= Beginning of Section =

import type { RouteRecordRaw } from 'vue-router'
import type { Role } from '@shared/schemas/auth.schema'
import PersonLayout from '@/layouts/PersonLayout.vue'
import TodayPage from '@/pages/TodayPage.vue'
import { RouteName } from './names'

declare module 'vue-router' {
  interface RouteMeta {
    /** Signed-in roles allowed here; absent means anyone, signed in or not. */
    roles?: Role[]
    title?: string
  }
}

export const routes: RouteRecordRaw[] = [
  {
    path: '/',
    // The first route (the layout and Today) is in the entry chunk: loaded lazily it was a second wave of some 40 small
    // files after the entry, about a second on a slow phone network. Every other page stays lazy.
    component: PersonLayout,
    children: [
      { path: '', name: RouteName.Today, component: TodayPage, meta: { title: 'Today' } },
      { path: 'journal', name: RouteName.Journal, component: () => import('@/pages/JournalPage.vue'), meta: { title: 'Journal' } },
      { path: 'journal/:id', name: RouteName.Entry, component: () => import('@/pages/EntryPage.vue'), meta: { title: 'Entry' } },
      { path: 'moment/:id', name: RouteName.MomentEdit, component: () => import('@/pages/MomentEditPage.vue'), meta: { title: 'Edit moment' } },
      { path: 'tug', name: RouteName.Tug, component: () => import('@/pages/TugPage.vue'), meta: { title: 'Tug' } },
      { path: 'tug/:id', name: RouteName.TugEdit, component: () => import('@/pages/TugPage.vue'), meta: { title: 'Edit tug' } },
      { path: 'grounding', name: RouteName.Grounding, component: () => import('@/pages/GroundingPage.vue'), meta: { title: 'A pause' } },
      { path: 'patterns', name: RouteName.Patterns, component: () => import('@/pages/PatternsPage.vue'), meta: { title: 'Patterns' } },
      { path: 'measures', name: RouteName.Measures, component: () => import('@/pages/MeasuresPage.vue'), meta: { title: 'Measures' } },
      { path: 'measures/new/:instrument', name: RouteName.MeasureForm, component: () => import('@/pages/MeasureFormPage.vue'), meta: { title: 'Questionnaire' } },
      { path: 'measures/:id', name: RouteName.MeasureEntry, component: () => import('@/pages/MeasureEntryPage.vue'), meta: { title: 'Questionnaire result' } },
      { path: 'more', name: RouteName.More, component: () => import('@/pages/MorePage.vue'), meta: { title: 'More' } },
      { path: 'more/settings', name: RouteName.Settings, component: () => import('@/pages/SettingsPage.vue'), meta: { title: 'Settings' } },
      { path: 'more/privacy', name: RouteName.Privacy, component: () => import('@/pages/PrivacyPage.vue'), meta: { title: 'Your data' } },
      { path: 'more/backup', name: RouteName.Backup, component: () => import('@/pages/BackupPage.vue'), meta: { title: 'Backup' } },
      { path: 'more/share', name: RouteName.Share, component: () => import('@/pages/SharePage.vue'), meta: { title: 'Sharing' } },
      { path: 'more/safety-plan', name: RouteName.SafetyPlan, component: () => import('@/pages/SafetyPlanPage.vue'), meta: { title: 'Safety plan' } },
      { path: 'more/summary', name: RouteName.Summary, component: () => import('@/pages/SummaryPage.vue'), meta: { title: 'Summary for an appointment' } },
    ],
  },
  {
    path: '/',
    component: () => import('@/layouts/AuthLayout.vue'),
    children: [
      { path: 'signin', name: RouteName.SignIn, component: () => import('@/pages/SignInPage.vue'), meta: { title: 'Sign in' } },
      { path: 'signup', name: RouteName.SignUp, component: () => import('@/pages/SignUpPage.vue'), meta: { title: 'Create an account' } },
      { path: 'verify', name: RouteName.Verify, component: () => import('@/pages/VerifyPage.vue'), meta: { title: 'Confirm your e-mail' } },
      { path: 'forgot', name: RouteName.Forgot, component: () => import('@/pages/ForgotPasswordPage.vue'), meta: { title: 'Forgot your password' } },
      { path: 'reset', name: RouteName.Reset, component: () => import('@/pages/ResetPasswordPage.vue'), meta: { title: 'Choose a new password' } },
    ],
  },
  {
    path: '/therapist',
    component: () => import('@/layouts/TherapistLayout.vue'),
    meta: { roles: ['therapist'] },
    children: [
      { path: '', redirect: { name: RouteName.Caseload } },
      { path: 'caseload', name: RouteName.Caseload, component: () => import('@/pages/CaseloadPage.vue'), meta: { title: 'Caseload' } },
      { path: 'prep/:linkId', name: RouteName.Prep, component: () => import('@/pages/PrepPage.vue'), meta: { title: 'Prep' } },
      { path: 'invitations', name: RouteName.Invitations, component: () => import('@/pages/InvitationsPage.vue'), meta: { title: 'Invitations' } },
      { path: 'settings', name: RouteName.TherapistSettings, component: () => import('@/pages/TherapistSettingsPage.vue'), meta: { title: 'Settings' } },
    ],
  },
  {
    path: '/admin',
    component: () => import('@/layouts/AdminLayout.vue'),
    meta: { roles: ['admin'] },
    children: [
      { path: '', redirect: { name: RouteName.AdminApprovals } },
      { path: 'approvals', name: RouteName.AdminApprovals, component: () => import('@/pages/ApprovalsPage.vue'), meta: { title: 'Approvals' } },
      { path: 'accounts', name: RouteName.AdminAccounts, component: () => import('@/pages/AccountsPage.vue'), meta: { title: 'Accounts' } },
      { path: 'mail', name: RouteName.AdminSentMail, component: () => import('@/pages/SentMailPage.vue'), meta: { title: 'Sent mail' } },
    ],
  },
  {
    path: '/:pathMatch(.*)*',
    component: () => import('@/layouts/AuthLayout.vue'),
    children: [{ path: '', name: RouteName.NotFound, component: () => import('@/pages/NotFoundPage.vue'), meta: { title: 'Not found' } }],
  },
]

= End of Section =

- **Exercise**: Once you find the line with "RouteName.Invitations, component: ()" in the entries above, output it and each line after it up to and including the line with "RouteName.AdminAccounts, component: ()", and nothing else.

- **Answer to the exercise**:
      { path: 'invitations', name: RouteName.Invitations, component: () => import('@/pages/InvitationsPage.vue'), meta: { title: 'Invitations' } },
      { path: 'settings', name: RouteName.TherapistSettings, component: () => import('@/pages/TherapistSettingsPage.vue'), meta: { title: 'Settings' } },
    ],
  },
  {
    path: '/admin',
    component: () => import('@/layouts/AdminLayout.vue'),
    meta: { roles: ['admin'] },
    children: [
      { path: '', redirect: { name: RouteName.AdminApprovals } },
      { path: 'approvals', name: RouteName.AdminApprovals, component: () => import('@/pages/ApprovalsPage.vue'), meta: { title: 'Approvals' } },
      { path: 'accounts', name: RouteName.AdminAccounts, component: () => import('@/pages/AccountsPage.vue'), meta: { title: 'Accounts' } },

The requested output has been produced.